AIM OF THE EXERCISE:
Your answer is a copy of every line in the records where "binding" appears.

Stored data
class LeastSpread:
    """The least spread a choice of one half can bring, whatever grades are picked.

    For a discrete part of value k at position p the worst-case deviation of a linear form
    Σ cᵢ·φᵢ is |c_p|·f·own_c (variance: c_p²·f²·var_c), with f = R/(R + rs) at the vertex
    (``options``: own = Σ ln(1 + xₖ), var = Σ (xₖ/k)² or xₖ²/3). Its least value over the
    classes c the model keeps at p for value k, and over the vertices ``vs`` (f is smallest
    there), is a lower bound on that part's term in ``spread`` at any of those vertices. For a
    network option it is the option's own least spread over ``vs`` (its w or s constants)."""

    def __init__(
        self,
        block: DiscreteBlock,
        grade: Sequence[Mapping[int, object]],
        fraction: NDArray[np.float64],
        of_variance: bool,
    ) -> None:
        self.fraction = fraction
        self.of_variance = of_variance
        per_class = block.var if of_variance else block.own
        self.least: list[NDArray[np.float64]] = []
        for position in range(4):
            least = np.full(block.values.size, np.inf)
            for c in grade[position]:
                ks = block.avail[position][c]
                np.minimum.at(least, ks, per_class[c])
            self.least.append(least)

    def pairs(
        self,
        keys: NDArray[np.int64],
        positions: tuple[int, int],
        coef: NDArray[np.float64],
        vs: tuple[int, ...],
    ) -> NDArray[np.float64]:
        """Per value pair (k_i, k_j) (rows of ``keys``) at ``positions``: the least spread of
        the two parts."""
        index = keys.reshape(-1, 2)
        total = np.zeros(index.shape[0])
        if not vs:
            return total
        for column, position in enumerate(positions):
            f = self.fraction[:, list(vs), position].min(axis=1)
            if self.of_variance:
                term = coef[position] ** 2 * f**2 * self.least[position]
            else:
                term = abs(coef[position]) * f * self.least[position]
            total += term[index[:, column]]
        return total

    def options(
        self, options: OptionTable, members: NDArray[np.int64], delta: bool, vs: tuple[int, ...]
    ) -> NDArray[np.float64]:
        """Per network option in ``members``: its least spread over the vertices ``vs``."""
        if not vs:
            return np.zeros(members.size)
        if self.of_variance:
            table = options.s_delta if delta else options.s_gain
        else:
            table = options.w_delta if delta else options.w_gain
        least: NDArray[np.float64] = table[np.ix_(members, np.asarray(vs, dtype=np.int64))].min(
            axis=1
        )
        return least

==

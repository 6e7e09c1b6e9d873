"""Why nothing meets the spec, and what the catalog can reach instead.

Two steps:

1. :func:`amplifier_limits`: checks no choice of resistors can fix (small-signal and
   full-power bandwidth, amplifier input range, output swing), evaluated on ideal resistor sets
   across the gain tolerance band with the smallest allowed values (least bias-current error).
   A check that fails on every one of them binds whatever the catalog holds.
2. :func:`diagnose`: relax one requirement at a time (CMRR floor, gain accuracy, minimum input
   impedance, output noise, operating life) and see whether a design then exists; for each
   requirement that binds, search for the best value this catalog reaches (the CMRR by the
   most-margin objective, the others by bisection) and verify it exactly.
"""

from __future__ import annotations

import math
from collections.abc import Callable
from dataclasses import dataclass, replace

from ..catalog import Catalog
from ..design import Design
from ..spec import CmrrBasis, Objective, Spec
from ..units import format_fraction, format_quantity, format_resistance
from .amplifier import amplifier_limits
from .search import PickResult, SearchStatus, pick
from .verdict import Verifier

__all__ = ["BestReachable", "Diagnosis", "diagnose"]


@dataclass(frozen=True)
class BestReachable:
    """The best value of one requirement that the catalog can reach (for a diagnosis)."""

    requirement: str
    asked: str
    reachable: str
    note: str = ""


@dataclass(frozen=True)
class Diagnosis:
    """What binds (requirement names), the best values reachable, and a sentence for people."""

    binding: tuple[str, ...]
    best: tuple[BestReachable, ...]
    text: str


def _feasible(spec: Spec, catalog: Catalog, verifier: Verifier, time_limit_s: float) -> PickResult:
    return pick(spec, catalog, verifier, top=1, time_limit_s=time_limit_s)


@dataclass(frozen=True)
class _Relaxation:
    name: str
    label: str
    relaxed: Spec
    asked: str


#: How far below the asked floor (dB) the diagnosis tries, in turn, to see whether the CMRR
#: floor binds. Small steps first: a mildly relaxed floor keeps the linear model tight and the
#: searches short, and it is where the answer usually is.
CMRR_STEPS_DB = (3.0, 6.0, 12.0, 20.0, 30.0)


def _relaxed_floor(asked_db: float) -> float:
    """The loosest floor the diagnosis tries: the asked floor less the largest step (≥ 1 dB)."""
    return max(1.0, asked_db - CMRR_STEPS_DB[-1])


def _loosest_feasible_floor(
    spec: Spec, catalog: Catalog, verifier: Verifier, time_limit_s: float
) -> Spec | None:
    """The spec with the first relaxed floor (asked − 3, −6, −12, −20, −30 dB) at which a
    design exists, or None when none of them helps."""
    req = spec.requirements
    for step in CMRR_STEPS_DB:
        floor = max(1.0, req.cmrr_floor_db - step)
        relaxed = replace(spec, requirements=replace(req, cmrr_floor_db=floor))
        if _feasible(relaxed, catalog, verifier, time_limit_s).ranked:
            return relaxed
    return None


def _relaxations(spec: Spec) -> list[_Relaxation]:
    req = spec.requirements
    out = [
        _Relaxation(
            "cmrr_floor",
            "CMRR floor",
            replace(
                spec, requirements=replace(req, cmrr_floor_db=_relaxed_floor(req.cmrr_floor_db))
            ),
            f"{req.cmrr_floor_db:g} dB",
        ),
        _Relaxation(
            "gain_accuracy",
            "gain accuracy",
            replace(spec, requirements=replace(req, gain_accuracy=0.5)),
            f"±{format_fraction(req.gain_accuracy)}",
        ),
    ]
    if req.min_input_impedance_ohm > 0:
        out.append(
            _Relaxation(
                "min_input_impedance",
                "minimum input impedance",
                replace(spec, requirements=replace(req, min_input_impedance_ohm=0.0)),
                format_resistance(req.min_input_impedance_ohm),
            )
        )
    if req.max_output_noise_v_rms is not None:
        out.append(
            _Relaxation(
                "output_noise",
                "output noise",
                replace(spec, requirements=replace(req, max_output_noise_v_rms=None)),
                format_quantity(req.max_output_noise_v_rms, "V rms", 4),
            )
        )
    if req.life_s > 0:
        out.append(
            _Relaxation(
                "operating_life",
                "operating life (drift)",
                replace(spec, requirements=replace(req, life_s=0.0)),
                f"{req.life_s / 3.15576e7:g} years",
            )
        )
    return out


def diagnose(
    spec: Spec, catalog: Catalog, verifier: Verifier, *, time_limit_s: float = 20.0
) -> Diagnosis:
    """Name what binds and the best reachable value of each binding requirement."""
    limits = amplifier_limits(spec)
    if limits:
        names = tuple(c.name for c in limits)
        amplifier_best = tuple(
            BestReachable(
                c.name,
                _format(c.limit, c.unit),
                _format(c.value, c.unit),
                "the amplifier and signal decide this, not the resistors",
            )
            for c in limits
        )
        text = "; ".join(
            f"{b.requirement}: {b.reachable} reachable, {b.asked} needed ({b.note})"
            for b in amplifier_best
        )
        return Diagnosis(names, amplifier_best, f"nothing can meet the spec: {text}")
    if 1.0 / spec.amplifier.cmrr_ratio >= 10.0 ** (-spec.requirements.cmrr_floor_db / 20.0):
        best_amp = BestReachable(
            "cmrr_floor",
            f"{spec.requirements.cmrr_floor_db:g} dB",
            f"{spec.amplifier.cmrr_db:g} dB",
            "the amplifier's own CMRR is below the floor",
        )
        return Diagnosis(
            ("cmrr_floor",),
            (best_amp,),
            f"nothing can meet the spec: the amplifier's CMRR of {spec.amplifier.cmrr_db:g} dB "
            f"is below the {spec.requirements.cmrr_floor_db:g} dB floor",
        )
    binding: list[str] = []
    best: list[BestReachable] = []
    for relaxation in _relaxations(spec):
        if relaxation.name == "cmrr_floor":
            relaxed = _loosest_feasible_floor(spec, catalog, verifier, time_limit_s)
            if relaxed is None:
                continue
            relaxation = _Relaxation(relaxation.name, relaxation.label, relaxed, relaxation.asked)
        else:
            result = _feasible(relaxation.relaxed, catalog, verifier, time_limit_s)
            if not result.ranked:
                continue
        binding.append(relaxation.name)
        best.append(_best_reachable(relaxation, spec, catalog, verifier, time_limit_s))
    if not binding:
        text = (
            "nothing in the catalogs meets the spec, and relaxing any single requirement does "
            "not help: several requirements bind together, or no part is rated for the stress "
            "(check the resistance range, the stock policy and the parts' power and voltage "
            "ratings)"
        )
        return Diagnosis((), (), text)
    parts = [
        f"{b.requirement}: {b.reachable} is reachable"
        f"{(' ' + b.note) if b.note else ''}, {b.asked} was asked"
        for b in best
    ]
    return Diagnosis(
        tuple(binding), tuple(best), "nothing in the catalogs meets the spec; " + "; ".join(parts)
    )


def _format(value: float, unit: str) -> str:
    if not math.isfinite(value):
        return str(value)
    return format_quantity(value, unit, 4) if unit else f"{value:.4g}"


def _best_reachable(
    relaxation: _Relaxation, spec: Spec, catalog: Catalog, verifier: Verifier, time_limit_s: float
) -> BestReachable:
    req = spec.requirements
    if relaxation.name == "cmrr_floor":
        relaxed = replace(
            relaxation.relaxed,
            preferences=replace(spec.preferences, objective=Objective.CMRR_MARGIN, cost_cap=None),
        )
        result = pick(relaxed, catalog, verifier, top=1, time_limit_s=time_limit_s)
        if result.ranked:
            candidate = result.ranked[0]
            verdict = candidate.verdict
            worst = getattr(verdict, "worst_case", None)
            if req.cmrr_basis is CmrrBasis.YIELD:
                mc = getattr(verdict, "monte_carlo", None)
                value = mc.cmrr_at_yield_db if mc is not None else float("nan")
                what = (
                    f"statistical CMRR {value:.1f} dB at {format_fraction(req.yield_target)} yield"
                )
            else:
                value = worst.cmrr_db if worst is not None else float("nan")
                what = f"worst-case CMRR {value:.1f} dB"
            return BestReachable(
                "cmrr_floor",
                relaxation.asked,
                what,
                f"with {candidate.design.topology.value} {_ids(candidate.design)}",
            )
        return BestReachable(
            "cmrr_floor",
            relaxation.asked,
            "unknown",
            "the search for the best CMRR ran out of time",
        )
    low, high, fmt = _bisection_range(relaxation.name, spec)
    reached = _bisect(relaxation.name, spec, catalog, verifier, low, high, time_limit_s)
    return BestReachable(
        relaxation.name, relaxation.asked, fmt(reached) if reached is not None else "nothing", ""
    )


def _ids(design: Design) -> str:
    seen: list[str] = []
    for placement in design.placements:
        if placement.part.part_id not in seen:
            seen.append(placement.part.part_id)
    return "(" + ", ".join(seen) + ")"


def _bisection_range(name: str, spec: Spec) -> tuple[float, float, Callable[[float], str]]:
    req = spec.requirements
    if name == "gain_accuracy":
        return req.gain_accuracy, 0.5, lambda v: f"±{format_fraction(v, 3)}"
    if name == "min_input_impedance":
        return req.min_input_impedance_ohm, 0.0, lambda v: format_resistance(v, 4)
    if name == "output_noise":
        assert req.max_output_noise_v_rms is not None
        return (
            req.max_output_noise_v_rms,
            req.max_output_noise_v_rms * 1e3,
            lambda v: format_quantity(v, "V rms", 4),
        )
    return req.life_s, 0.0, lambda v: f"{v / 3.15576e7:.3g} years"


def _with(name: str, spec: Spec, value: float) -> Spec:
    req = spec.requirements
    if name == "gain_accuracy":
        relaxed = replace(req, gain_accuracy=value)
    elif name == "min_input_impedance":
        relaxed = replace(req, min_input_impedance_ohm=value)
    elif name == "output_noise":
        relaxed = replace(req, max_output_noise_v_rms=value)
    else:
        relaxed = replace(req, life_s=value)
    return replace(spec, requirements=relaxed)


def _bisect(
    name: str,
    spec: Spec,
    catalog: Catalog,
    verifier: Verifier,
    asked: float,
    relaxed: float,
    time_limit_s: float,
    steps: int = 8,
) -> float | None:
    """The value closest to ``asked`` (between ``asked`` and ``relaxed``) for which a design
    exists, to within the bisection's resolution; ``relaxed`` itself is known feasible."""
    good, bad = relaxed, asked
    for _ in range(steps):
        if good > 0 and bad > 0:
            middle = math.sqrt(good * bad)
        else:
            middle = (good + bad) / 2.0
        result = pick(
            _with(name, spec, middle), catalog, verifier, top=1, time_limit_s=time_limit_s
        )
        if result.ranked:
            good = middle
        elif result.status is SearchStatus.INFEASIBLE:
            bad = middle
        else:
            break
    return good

TASK SOLUTION:
    binding: tuple[str, ...]
    """Name what binds and the best reachable value of each binding requirement."""
    binding: list[str] = []
        binding.append(relaxation.name)
    if not binding:
        tuple(binding), tuple(best), "nothing in the catalogs meets the spec; " + "; ".join(parts)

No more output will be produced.